The basic form does not require you to specifically outline which assets will be included in the sale because it will encompass all the assets associated with the firm once it is implemented. It requires minimal information and is condensed in its nature. The descriptive form does require you to outline the specific assets being acquired, because you are only buying some of the assets being sold. This format requires vast amounts of information regarding the assets and is very descriptive.
The main advantage of an asset purchase agreement is that the buyer can set specific terms that the seller must abide by or agree to in order for the transaction to take place. The basic form allows the seller and buyer to come to a legal agreement on the specific business, assets associated with the business, compensation/loan terms, liability free guarantees, competitive clauses and the terms set forth for the closing of the deal. The descriptive form allows the buyer and seller to accurately describe the assets being acquired, the condition of the assets and what liabilities/debts are attached to said assets. It also allows the buyer and seller to outline and agree to specific provisions regarding such assets.

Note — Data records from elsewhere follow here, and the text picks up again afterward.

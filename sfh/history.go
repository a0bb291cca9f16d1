package sfh

import (
	"fmt"
	"math"
	"strings"
)

// Part names one component of a History. Name is used in parameter names
// ("<Name>.<key>") and messages, so it must be unique, non-empty and made of
// letters, digits, '_' or '-'. Weight is the relative share of a smooth
// component (Constant, Exponential, Piecewise) in the mass that bursts leave;
// it must be zero for Burst and Dip, whose strengths are their own fields.
type Part struct {
	Name      string
	Component Component
	Weight    float64
}

// History is a normalised star-formation history over lookback age. It is
// immutable after New, so one History may be shared by many goroutines; the
// *rand.Rand passed to its samplers may not.
type History struct {
	maxAge float64
	parts  []Part
	comps  []comp
	dips   []Dip

	quad *panelTable // nil without dips
	norm float64     // ∫ undipped·dip factor; 1 without dips

	full *RangeSampler // sampler over [0, maxAge]
}

// comp is a burst or smooth component with its share of the mass before dips.
type comp struct {
	name  string
	share float64
	shape shape
}

// burstSumSlack absorbs rounding in burst fractions that are meant to sum to
// one (0.1 + 0.2 + 0.7 exceeds 1 in floating point).
const burstSumSlack = 1e-9

// minDippedMass is the smallest fraction of the undipped mass that dips may
// leave. Below it the dips, not the components, define the history and
// rejection sampling would waste more than 999 draws in 1000.
const minDippedMass = 1e-3

// New builds a History on [0, maxAgeGyr] from parts. Bursts take their
// MassFraction of the total; smooth components share the rest in proportion to
// Weight; dips then multiply the rate, and the result is renormalised to unit
// mass. The error names the offending part and parameter and the range that
// would be accepted.
func New(maxAgeGyr float64, parts []Part) (*History, error) {
	if !(maxAgeGyr > 0) || !finite(maxAgeGyr) {
		return nil, fmt.Errorf("sfh: maxAgeGyr = %g is outside the allowed range (0, +Inf): the oldest lookback age in Gyr", maxAgeGyr)
	}
	if len(parts) == 0 {
		return nil, fmt.Errorf("sfh: no parts; give at least one smooth component (Constant, Exponential, Piecewise) or bursts whose fractions sum to 1")
	}
	h := &History{maxAge: maxAgeGyr, parts: make([]Part, len(parts))}
	seen := make(map[string]int, len(parts))
	var burstSum, weightSum float64
	for i, p := range parts {
		if err := checkName(p.Name, i); err != nil {
			return nil, err
		}
		if j, dup := seen[p.Name]; dup {
			return nil, fmt.Errorf("sfh: parts %d and %d are both named %q; part names must be unique", j, i, p.Name)
		}
		seen[p.Name] = i
		c, ok := derefComponent(p.Component)
		if !ok {
			return nil, fmt.Errorf("sfh: part %q has no Component; set Constant{}, Exponential{...}, Burst{...}, Piecewise{...} or Dip{...}", p.Name)
		}
		if err := validateComponent(p.Name, c, maxAgeGyr); err != nil {
			return nil, err
		}
		if isSmooth(c) {
			if !(p.Weight >= 0) || !finite(p.Weight) {
				return nil, outOfRange(p.Name, c, "Weight", "weight", p.Weight, "[0, +Inf): a finite, non-negative relative weight")
			}
			weightSum += p.Weight
		} else if p.Weight != 0 {
			return nil, fmt.Errorf("sfh: part %q (%s): Weight = %g must be 0; Weight applies only to smooth components (Constant, Exponential, Piecewise)%s",
				p.Name, c.kind(), p.Weight, weightHint(c))
		}
		if e, isEpisode := c.(episode); isEpisode {
			burstSum += e.fraction()
		}
		h.parts[i] = Part{Name: p.Name, Component: copyComponent(c), Weight: p.Weight}
	}
	if burstSum > 1+burstSumSlack {
		return nil, fmt.Errorf("sfh: burst mass fractions sum to %.6g, above the allowed maximum 1; lower the bursts' MassFraction (mass_fraction)", burstSum)
	}
	rest := math.Max(1-burstSum, 0)
	if burstSum > 1-burstSumSlack {
		rest = 0
	}
	if rest > 0 && weightSum == 0 {
		return nil, fmt.Errorf("sfh: bursts take %.6g of the mass but no smooth component with Weight > 0 takes the remaining %.6g; add one (constant, exponential or bins) or raise the burst fractions to sum to 1",
			burstSum, rest)
	}
	for _, p := range h.parts {
		var share float64
		switch c := p.Component; c.role() {
		case Modulation:
			h.dips = append(h.dips, c.(Dip))
			continue
		case Episode:
			share = c.(episode).fraction()
			if rest == 0 {
				share /= burstSum // absorb the rounding slack
			}
		default:
			if weightSum > 0 {
				share = rest * p.Weight / weightSum
			}
		}
		h.comps = append(h.comps, comp{name: p.Name, share: share, shape: newShape(p.Component, maxAgeGyr)})
	}
	h.norm = 1
	if len(h.dips) > 0 {
		var brk []float64
		for _, c := range h.comps {
			if c.share > 0 {
				brk = c.shape.breaks(brk)
			}
		}
		for _, d := range h.dips {
			brk = append(brk, d.AgeGyr)
			for _, k := range []float64{0.5, 1, 1.5, 2, 3, 4, 6, 8} {
				brk = append(brk, d.AgeGyr-k*d.WidthGyr, d.AgeGyr+k*d.WidthGyr)
			}
		}
		h.quad = newPanelTable(h.dippedRate, maxAgeGyr, brk)
		h.norm = h.quad.total()
		if !(h.norm >= minDippedMass) {
			return nil, fmt.Errorf("sfh: dips remove %.4g%% of all star formation, more than the allowed %g%%; reduce their Depth or WidthGyr",
				100*(1-h.norm), 100*(1-minDippedMass))
		}
	}
	full, err := h.RangeSampler(0, maxAgeGyr)
	if err != nil {
		return nil, err
	}
	h.full = full
	return h, nil
}

func weightHint(c Component) string {
	return fmt.Sprintf("; a %s's strength is its %s", strings.ToLower(c.kind()), c.strength())
}

func checkName(name string, i int) error {
	if name == "" {
		return fmt.Errorf("sfh: part %d has an empty Name; give it a name such as \"smooth\", \"burst\" or \"dip\"", i)
	}
	for _, r := range name {
		ok := r == '_' || r == '-' || ('a' <= r && r <= 'z') || ('A' <= r && r <= 'Z') || ('0' <= r && r <= '9')
		if !ok {
			return fmt.Errorf("sfh: part %d Name %q contains %q; use only letters, digits, '_' and '-' (the name becomes a parameter prefix \"<name>.<key>\")",
				i, name, r)
		}
	}
	return nil
}

// MaxAgeGyr returns the oldest lookback age of the history.
func (h *History) MaxAgeGyr() float64 { return h.maxAge }

// Parts returns a copy of the parts the history was built from.
func (h *History) Parts() []Part {
	out := make([]Part, len(h.parts))
	for i, p := range h.parts {
		out[i] = Part{Name: p.Name, Component: copyComponent(p.Component), Weight: p.Weight}
	}
	return out
}

// undippedRate is the sum of the components, normalised before dips.
func (h *History) undippedRate(age float64) float64 {
	var s float64
	for i := range h.comps {
		c := &h.comps[i]
		if c.share > 0 {
			s += c.share * c.shape.pdf(age)
		}
	}
	return s
}

// dipFactor is the product of all dip suppressions at age.
func (h *History) dipFactor(age float64) float64 {
	f := 1.0
	for _, d := range h.dips {
		z := (age - d.AgeGyr) / d.WidthGyr
		f *= 1 - d.Depth*math.Exp(-0.5*z*z)
	}
	return f
}

// dipMax bounds the dip factor on [lo, hi] from above: each factor is largest
// where its Gaussian is smallest, at the end of the range farther from its
// centre, and a product of maxima bounds the maximum of the product.
func (h *History) dipMax(lo, hi float64) float64 {
	f := 1.0
	for _, d := range h.dips {
		far := lo
		if d.AgeGyr-lo < hi-d.AgeGyr {
			far = hi
		}
		z := (far - d.AgeGyr) / d.WidthGyr
		f *= 1 - d.Depth*math.Exp(-0.5*z*z)
	}
	return f
}

func (h *History) dippedRate(age float64) float64 {
	return h.undippedRate(age) * h.dipFactor(age)
}

// Rate returns the star-formation rate at lookback age ageGyr, per Gyr,
// normalised so that its integral over [0, MaxAgeGyr] is 1. It is zero outside
// that range.
func (h *History) Rate(ageGyr float64) float64 {
	if !(ageGyr >= 0 && ageGyr <= h.maxAge) {
		return 0
	}
	if h.quad == nil {
		return h.undippedRate(ageGyr)
	}
	return h.dippedRate(ageGyr) / h.norm
}

// String describes the history in one line.
func (h *History) String() string {
	var b strings.Builder
	fmt.Fprintf(&b, "star formation over lookback ages 0–%g Gyr: ", h.maxAge)
	k := 0
	for i, p := range h.parts {
		if i > 0 {
			b.WriteString("; ")
		}
		fmt.Fprintf(&b, "%s = %v", p.Name, p.Component)
		if p.Component.role() == Modulation {
			continue
		}
		if p.Component.role() != Episode {
			fmt.Fprintf(&b, ", %.3g of mass", h.comps[k].share)
		}
		k++
	}
	if len(h.dips) > 0 {
		fmt.Fprintf(&b, " (dips remove %.3g of the mass before renormalising)", 1-h.norm)
	}
	return b.String()
}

One major disadvantage of an asset purchase agreement is the limitations of its formats. The basic format does not separate the assets specifically, so it is harder to obtain a clear picture of what is actually being acquired at the time of closing. Because this type of format does not support listing assets separately, a schedule A form must be used to list the specific assets and must be attached for this agreement to be legal. This can lead to extra filing and legal fees just to close the transaction.The descriptive form allows you to list each asset specifically, but is not the appropriate legal form to use when acquiring all the assets of a business. It can only be used when you are looking at buying part of the assets that are being sold.